## On the on-line data mean/variance computation

April 08, 2021

Sometimes it is not possible to compute the mean and variance on the whole dataset; in machine learning you often need to normalize data that cannot fit in RAM. To compute mean and standard deviation on chunked data, we need some adapted formulas.

### The problem

Our dataset in composed on chunks $$c_k,\ k=1,\dots$$; each chunk is made up of elements $$a_i^{(k)},\ i=1,\dots,n^{(k)}$$ (note we do not assume all chunks to have the same length). Our goal is to compute the mean and variance of all the elements $$a_i^{(k)},\ i=1,\dots,n^{(k)};k=1,\dots,T$$, where $$T$$ is the last chunk received. However, we cannot directly compute the mean and variance on the elements $$a_i^{(k)}$$ as they cannot reside in memory at the same time.

### Basic fomulas

Given an ordered set $$a_1,\dots,a_n$$ we define:

• the sample mean, $$\bar{a} = \frac{\sum_i^n a_i}{n}$$
• the sample variance, $$\hat{a} = \frac{\sum_i^n (a_i-\bar{a})^2}{n-1}$$

We note that: $$\hat{a} = \frac{\sum_i^n a_i^2 -\sum_i^n2a_i\bar{a}+\sum_i^n\bar{a}^2}{n-1} = \frac{\sum_i^n a_i^2 -2n\bar{a}^2+n\bar{a}^2}{n-1} = \frac{\sum_i^n a_i^2}{n-1} -\frac{n\bar{a}^2}{n-1}$$

### Statistics composition

Given two ordered sets, $$a_1,\dots,a_n$$ with statistics $$\bar{a},\hat{a}$$, and $$b_1,\dots,b_m$$ with statistics $$\bar{b},\hat{b}$$ we have that:

• the combined set has mean $$\bar{c} = \frac{\sum_i^n a_i + \sum_j^m b_j}{n+m}$$
• the combined set has variance $$\hat{c} = \frac{\sum_i^n a_i^2 + \sum_j^m b_j^2}{n+m-1} - \frac{(n+m)\bar{c}^2}{n+m-1}$$

It follows that:

$\bar{c} = \frac{n\bar{a} + m\bar{b}}{n+m}$

Being $$\sum_i^n a_i^2 = (n-1)\hat{a} + n\bar{a}^2$$,

$\hat{c} = \frac{(n-1)\hat{a}+n\bar{a}^2+(m-1)\hat{b}+m\bar{b}^2}{n+m-1} - \frac{(n+m)\bar{c}^2}{n+m-1}$

### The solution

Given our chunks $$c_k$$ coming in order, we can apply the formulas from the previous section to keep up-to-date mean $$\mu$$ and variance $$v$$ of our entire dataset.
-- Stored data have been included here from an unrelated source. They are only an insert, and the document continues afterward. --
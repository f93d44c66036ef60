import type { Complex } from '../../numerics/complex.js';
import { ellipticRatio } from '../../numerics/elliptic.js';
import { ETA0 } from '../constants.js';
import type { ValidityFlag } from '../validity.js';
import { type DistributedCircuit, distributedCircuit } from './distributed-circuit.js';

/** A flat strip buried in a homogeneous dielectric between two grounds. Lengths in m. */
export interface StriplineGeometry {
  readonly width: number;
  readonly thickness: number;
  /** Dielectric between the strip and the lower and the upper ground. */
  readonly heightBelow: number;
  readonly heightAbove: number;
  /** Relative permittivity of the dielectric, ≥ 1. */
  readonly permittivity: number;
}

export type StriplineFace = 'underside' | 'top' | 'edges' | 'lowerGround' | 'upperGround';

export interface StriplineInput {
  readonly geometry: StriplineGeometry;
  /** Hz, > 0 */
  readonly frequency: number;
  readonly lossTangent: number;
  /** Surface impedance of each face, ohm. A rough face is referred to the plane that its height is measured to. */
  readonly faces: Readonly<Record<StriplineFace, Complex>>;
}

export interface StriplineLine extends DistributedCircuit<StriplineFace> {
  /** Ohm, without loss. */
  readonly impedance: number;
  readonly weights: Readonly<Record<StriplineFace, number>>;
  readonly flags: readonly ValidityFlag[];
}

function requireStripline(g: StriplineGeometry): void {
  const lengths = { width: g.width, 'height below': g.heightBelow, 'height above': g.heightAbove };
  for (const [name, value] of Object.entries(lengths))
    if (!(Number.isFinite(value) && value > 0))
      throw new RangeError(`stripline ${name} must be a positive length in m, got ${value}`);
  if (!(Number.isFinite(g.thickness) && g.thickness >= 0))
    throw new RangeError(`stripline thickness must be a length in m, 0 or more, got ${g.thickness}`);
  if (!(Number.isFinite(g.permittivity) && g.permittivity >= 1))
    throw new RangeError(`relative permittivity must be 1 or more, got ${g.permittivity}`);
}

/**
 * Impedance in air of a strip of no thickness midway between grounds, ohm: (η0/4) K(k′)/K(k), k = tanh(πw/2b).
 * S. B. Cohn, IRE Trans. Microwave Theory Tech. 2(2), 1954, pp. 52–57. Exact.
 *
 * @param width   m, > 0
 * @param spacing of the grounds, m, > 0
 */
export function thinStriplineImpedance(width: number, spacing: number): number {
  const x = (Math.PI * width) / (2 * spacing);
  return ETA0 / 4 / ellipticRatio(Math.tanh(x), 1 / Math.cosh(x));
}

/**
 * Impedance in air of a strip with thickness midway between grounds, ohm.
 * H. A. Wheeler, IEEE Trans. Microwave Theory Tech. 26(11), 1978, pp. 866–876 (coefficients from memory); stated to 0.5 %.
 */
function centredImpedance(width: number, spacing: number, thickness: number): number {
  const x = thickness / spacing;
  const gap = spacing - thickness;
  let widened = width / gap;
  if (x > 0) {
    const m = 2 / (1 + ((2 / 3) * x) / (1 - x));
    const inner = (x / (2 - x)) ** 2 + ((0.0796 * x) / (width / spacing + 1.1 * x)) ** m;
    widened += (x / (Math.PI * (1 - x))) * (1 - 0.5 * Math.log(inner));
  }
  const q = 8 / (Math.PI * widened);
  return (ETA0 / 4 / Math.PI) * Math.log(1 + (q / 2) * (q + Math.sqrt(q * q + 6.27)));
}

/** The two halves of a strip, each with half the metal, as halves of centred lines in parallel; L/µ0 in air. */
interface Halves {
  readonly width: number;
  readonly below: number;
  readonly above: number;
  /** Twice the half's metal. */
  readonly lowerThickness: number;
  readonly upperThickness: number;
}

function inductanceOverMu0(s: Halves): number {
  const lower = centredImpedance(s.width, 2 * s.below + s.lowerThickness, s.lowerThickness);
  const upper = centredImpedance(s.width, 2 * s.above + s.upperThickness, s.upperThickness);
  return 2 / (1 / lower + 1 / upper) / ETA0;
}

const halves = (g: StriplineGeometry): Halves => ({
  width: g.width,
  below: g.heightBelow,
  above: g.heightAbove,
  lowerThickness: g.thickness,
  upperThickness: g.thickness,
});

/** Impedance of the line without loss, ohm. @throws RangeError on a geometry that is not physical */
export function striplineImpedance(g: StriplineGeometry): number {
  requireStripline(g);
  return (ETA0 * inductanceOverMu0(halves(g))) / Math.sqrt(g.permittivity);
}

/**
 * Face weights of a stripline by receding each wall alone (H. A. Wheeler, Proc. IRE 30(9), 1942), 1/m. Of an off-centre
 * strip the halves know the two broad faces together; their difference is that of the grounds, since the force on the strip
 * is that on the grounds.
 *
 * @throws RangeError for a strip without thickness, whose edges carry an infinite loss
 */
export function striplineFaceWeights(g: StriplineGeometry): Record<StriplineFace, number> {
  requireStripline(g);
  if (g.thickness === 0) throw new RangeError('face weights need a strip with thickness');
  const s = halves(g);
  const step = 1e-4 * Math.min(g.width, g.thickness, g.heightBelow, g.heightAbove);
  const slope = (recede: (n: number) => Partial<Halves>): number =>
    (inductanceOverMu0({ ...s, ...recede(step) }) - inductanceOverMu0({ ...s, ...recede(-step) })) / (2 * step);
  const lower = slope((n) => ({ below: s.below + n, lowerThickness: s.lowerThickness - 2 * n }));
  const upper = slope((n) => ({ above: s.above + n, upperThickness: s.upperThickness - 2 * n }));
  const lowerGround = slope((n) => ({ below: s.below + n }));
  const upperGround = slope((n) => ({ above: s.above + n }));
  const force = lowerGround - upperGround;
  return {
    underside: (lower + upper + force) / 2,
    top: (lower + upper - force) / 2,
    edges: slope((n) => ({ width: s.width - 2 * n })),
    lowerGround,
    upperGround,
  };
}

/** Ratio of the two heights up to which the halves serve an off-centre strip within 0.5 % of impedance. */
const NEAR_CENTRE = 1.5;
/** Thickness over spacing, and width over the height of the dielectric, of the sections that the formulas were compared with. */
const THICKEST = 0.2;
const NARROWEST = 0.5;

function rangeFlags(g: StriplineGeometry): ValidityFlag[] {
  const flags: ValidityFlag[] = [];
  const outside = (code: string, text: string): void => {
    flags.push({ code: `stripline.${code}`, severity: 'outside', model: 'stripline, Wheeler', text });
  };
  const offCentre = Math.max(g.heightBelow / g.heightAbove, g.heightAbove / g.heightBelow);
  if (offCentre > NEAR_CENTRE)
    outside(
      'off-centre',
      `The strip lies off centre, heights ${offCentre.toFixed(2)} to 1; taken as two halves of centred lines, which holds up to ${NEAR_CENTRE} to 1 and is 2 % high in impedance at 2.5 to 1.`,
    );
  const ratio = g.thickness / (g.heightBelow + g.heightAbove + g.thickness);
  if (ratio > THICKEST)
    outside(
      'thickness-range',
      `The strip takes ${ratio.toFixed(2)} of the ground spacing; compared up to ${THICKEST}.`,
    );
  const narrow = g.width / Math.min(g.heightBelow, g.heightAbove);
  if (narrow < NARROWEST)
    outside(
      'width-range',
      `Strip width is ${narrow.toFixed(2)} of the dielectric's height; compared from ${NARROWEST} upward.`,
    );
  return flags;
}

/**
 * Stripline with loss by face, each face with its own surface impedance.
 *
 * TEM in a homogeneous dielectric: no dispersion but that of the material and the metal. Impedance by Wheeler 1978, face
 * weights by receding walls. Against separate sections solved by boundary integrals (width 0.8 to 3.2 heights, thickness up to 0.15
 * of the spacing): impedance within 0.4 %, weights within 2 %, 3 % at heights of 1.4 to 1. No coupling to the mode between the grounds.
 *
 * @throws RangeError on arguments that are not physical, and for a strip without thickness
 */
export function stripline(input: StriplineInput): StriplineLine {
  const { geometry, frequency, lossTangent, faces } = input;
  const impedance = striplineImpedance(geometry);
  const weights = striplineFaceWeights(geometry);
  const circuit = distributedCircuit({
    impedance,
    effectivePermittivity: geometry.permittivity,
    frequency,
    lossTangent,
    weights,
    faces,
  });
  return { ...circuit, impedance, weights, flags: rangeFlags(geometry) };
}
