import type { StateSentence } from "@/lib/journal/state-sentence";
import { classNames } from "@/components/ui/class-names";

const TONES: Readonly<Record<StateSentence["tone"], string>> = {
  water: "text-water",
  ochre: "text-ochre",
  brick: "text-brick",
  plum: "text-plum",
  moss: "text-moss",
  plain: "text-ink",
};

/** What a run does, as a sentence with its first word in colour. */
export function StateLine({ sentence, className }: { sentence: StateSentence; className?: string }) {
  return (
    <p className={classNames("text-state", className)}>
      <b className={classNames("mr-2", TONES[sentence.tone])}>{sentence.lead}</b>
      {sentence.rest}
    </p>
  );
}
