// TestOddStatistics: statistics over other axes than ours are not drawn, and
// extreme ones do no harm.
func TestOddStatistics(t *testing.T) {
	build := func(change func(m *ledger.Manifest)) string {
		m := night{unit: "a.csv", rows: 100}.manifest(t)
		change(m)
		var b Builder
		if err := b.Add(m); err != nil {
			t.Fatal(err)
		}
		r, err := b.Release()
		if err != nil {
			t.Fatal(err)
		}
		return pageOf(t, r, release(t, night{unit: "a.csv", rows: 90}))
	}
	for _, axes := range [][]ledger.Axis{{ledger.Linear("x", 1, -5, 5)}, {ledger.Linear("x", 1, -5, 5), ledger.Linear("y", 1, -5, 5)}, {ledger.Binary("x", 3, 0, -5, 5)}} {
		page := build(func(m *ledger.Manifest) {
			for name := range m.Tally.Histograms {
				m.Tally.Histograms[name] = ledger.NewHistogram(axes...)
			}
		})
		if strings.Contains(page, "NaN") {
			t.Errorf("histograms over %v give NaN", axes)
		}
	}
	for _, z := range []float64{1e-4, 1e4, 0.5, -0.5, 1e300} {
		for _, w := range []float64{1e-300, 1e300, math.MaxFloat64, 0} {
			page := build(func(m *ledger.Manifest) {
				h := ledger.NewHistogram(ledger.RedshiftOctaveAxis())
				h.Add([]float64{z})
				m.Tally.Histograms[columns.RedshiftOctaves] = h
				for _, d := range m.Tally.Densities {
					d.Add([]float64{-20, -20, -30}, []float64{w, w, 1})
				}
			})
			if strings.Contains(page, "NaN") || strings.Contains(page, "Inf") {
				t.Errorf("one redshift of %g and weights of %g give NaN", z, w)
			}
		}
	}
}

// TestBadSettings: settings that no model can be made of are refused.
func TestBadSettings(t *testing.T) {
	m := night{unit: "a.csv", rows: 100}.manifest(t)
	for _, text := range []string{`{}`, `{"cosmologies":[{"h0":-1}]}`, `{"cosmologies":3}`, `{"selections":[{"name":"x"}]}`} {
		m.Settings = json.RawMessage(text)
		m.ConfigHash = publish.Digest(sha256.Sum256(m.Settings))
		var b Builder
		if err := b.Add(m); err != nil {
			t.Fatal(err)
		}
		if _, err := b.Release(); err == nil {
			t.Errorf("%s was taken", text)
		}
	}
}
First we compute $$\mu,v$$ on $$c_1$$. When we receive/load $$c_2$$ we compute its mean and variance, $$\bar{c}_2,\hat{c}_2$$, and we use the composition formulas, combining $$\mu,v$$ with $$\bar{c}_2,\hat{c}_2$$, and saving the results in $$\mu,v$$. When we receive/load $$c_3$$ we repeat,… and so on.